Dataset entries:
========

/**
 * First claim wins, under load: 50 simultaneous claims on one lead from two consultants, each
 * on its own connection — against the test server, and again split across two server processes
 * on one database (the second started here from the built dist/server/entry.mjs). Exactly one
 * answer is 200; every other is a 409 JSON naming who was first.
 */
import { spawn, type ChildProcess } from 'node:child_process';
import { request } from 'node:http';
import { createServer } from 'node:net';
import path from 'node:path';
import { afterAll, beforeAll, describe, expect, it } from 'vitest';
import { closeDb } from '../../src/db/client';
import { stopSender } from '../../src/lib/jobs/queue';
import { ensureConsultant, ensureDeskRegion, passwordCookie, submitLead } from '../support/desk';
import { stack } from '../support/stack';

const CLAIMS = 50;

let cookies: [string, string];
let secondServer: ChildProcess | undefined;
let secondUrl = '';

function freePort(): Promise<number> {
  return new Promise((resolve, reject) => {
    const server = createServer();
    server.on('error', reject);
    server.listen(0, '127.0.0.1', () => {
      const address = server.address();
      server.close(() => (typeof address === 'object' && address ? resolve(address.port) : reject(new Error('no port'))));
    });
  });
}

async function waitForHealth(url: string, child: ChildProcess): Promise<void> {
  for (let attempt = 0; attempt < 300; attempt += 1) {
    if (child.exitCode !== null) throw new Error(`the second server exited with ${child.exitCode}`);
    try {
      if ((await fetch(`${url}/api/health`)).ok) return;
    } catch {
      // not listening yet
    }
    await new Promise((r) => setTimeout(r, 200));
  }
  throw new Error('the second server did not answer /api/health');
}

interface Answer {
  status: number;
  type: string | null;
  body: { lead?: { status: string }; error?: { code: string; details?: { firm: string; claimedAt: string } } };
}

/** One claim on a connection of its own (`agent: false`: no socket is shared or reused). */
function claim(base: string, cookie: string, leadId: string): Promise<Answer> {
  return new Promise((resolve, reject) => {
    const req = request(
      `${base}/api/leads/${leadId}/claim`,
      // Both servers answer for one public address (as behind a load balancer): a browser's Origin is that address.
      { method: 'POST', agent: false, headers: { cookie, origin: stack.appUrl, 'content-type': 'application/json', 'content-length': '2' } },
      (res) => {
        const chunks: Buffer[] = [];
        res.on('data', (c: Buffer) => chunks.push(c));
        res.on('end', () => {
          try {
            resolve({ status: res.statusCode ?? 0, type: res.headers['content-type'] ?? null, body: JSON.parse(Buffer.concat(chunks).toString('utf8')) as Answer['body'] });
          } catch (error) {
            reject(error instanceof Error ? error : new Error(String(error)));
          }
        });
      },
    );
    req.on('error', reject);
    req.end('{}');
  });
}

function expectOneWinner(answers: Answer[]): void {
  const winners = answers.filter((a) => a.status === 200);
  const losers = answers.filter((a) => a.status !== 200);
  expect(winners).toHaveLength(1);
  expect(winners[0]!.body.lead?.status).toBe('claimed');
  expect(losers).toHaveLength(CLAIMS - 1);
  for (const loser of losers) {
    expect(loser.status).toBe(409);
    expect(loser.type).toContain('application/json');
    expect(loser.body.error?.code).toBe('ALREADY_CLAIMED');
    expect(['Kookaburra Thermal', 'Galah Lagging']).toContain(loser.body.error?.details?.firm);
  }
  // Everyone who lost was told the same winner and the same moment.
  expect(new Set(losers.map((l) => `${l.body.error?.details?.firm} ${l.body.error?.details?.claimedAt}`)).size).toBe(1);
}

describe('simultaneous claims', () => {
  beforeAll(async () => {
    const region = await ensureDeskRegion('test-race-kookaburra', 'Kookaburra Bend (race)', ['38']);
    await ensureConsultant({ email: 'race-a@kookaburra-thermal.example', name: 'Remy Kookaburra', firm: 'Kookaburra Thermal', regionIds: [region] });
    await ensureConsultant({ email: 'race-b@galah-lagging.example', name: 'Suki Galah', firm: 'Galah Lagging', regionIds: [region] });
    cookies = [await passwordCookie('race-a@kookaburra-thermal.example'), await passwordCookie('race-b@galah-lagging.example')];

    const port = await freePort();
    secondUrl = `http://127.0.0.1:${port}`;
    secondServer = spawn(process.execPath, [path.resolve('dist/server/entry.mjs')], {
      env: { ...process.env, NODE_ENV: 'production', HOST: '127.0.0.1', PORT: String(port) },
      stdio: 'ignore',
    });
    await waitForHealth(secondUrl, secondServer);
  });

  afterAll(async () => {
    if (secondServer && secondServer.exitCode === null) {
      const exited = new Promise((resolve) => secondServer!.once('exit', resolve));
      secondServer.kill('SIGTERM');
      await exited;
    }
    await stopSender();
    await closeDb();
  });

  it(`${CLAIMS} claims from two consultants on separate connections: exactly one wins, the rest get 409 JSON`, async () => {
    const lead = await submitLead('3801');
    const answers = await Promise.all(Array.from({ length: CLAIMS }, (_, i) => claim(stack.appUrl, cookies[i % 2]!, lead.id)));
    expectOneWinner(answers);
  });

  it(`${CLAIMS} claims split across two server processes on one database: exactly one wins`, async () => {
    const lead = await submitLead('3802');
    const servers = [stack.appUrl, secondUrl];
    const answers = await Promise.all(
      Array.from({ length: CLAIMS }, (_, i) => claim(servers[Math.floor(i / 2) % 2]!, cookies[i % 2]!, lead.id)),
    );
    expectOneWinner(answers);
  });
});
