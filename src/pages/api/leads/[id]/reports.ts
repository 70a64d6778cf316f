import { endpoint, json, parseJsonBody } from '../../../../lib/http';
import { requirePermission, requireUser } from '../../../../lib/guards';
import { reachLeadReports } from '../../../../lib/reports/access';
import { openDraft } from '../../../../lib/reports/drafts';
import { listReportsFor } from '../../../../lib/reports/read';
import { createReportSchema } from '../../../../schemas/reports';

export const prerender = false;

/** GET /api/leads/{id}/reports: the lead's versions (and, for the composer, its draft), newest first. */
export const GET = endpoint(async ({ locals, params }) => {
  const user = requireUser(locals);
  return json(await listReportsFor(user, params.id));
});

/** POST /api/leads/{id}/reports: opens the lead's draft (201 when made now, 200 when one was open). */
export const POST = endpoint(async ({ locals, params, request }) => {
  const user = requirePermission(locals, 'lead', 'send-report');
  // The id is checked before the body, so a lead out of reach answers 404 whatever was sent.
  await reachLeadReports(user, params.id);
  // A POST with no body at all opens the draft with the defaults.
  const body = request.headers.get('content-type') === null ? {} : await parseJsonBody(request, createReportSchema);
  const { created, report } = await openDraft(user, params.id, body);
  return json({ report }, created ? 201 : 200);
});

========

- [WHAT THE EXERCISE ASKS]: When the word "details" shows up in a line of the entries, report that line.

- [ANSWER TO THIS TASK]:
  body: { lead?: { status: string }; error?: { code: string; details?: { firm: string; claimedAt: string } } };
    expect(['Kookaburra Thermal', 'Galah Lagging']).toContain(loser.body.error?.details?.firm);
  expect(new Set(losers.map((l) => `${l.body.error?.details?.firm} ${l.body.error?.details?.claimedAt}`)).size).toBe(1);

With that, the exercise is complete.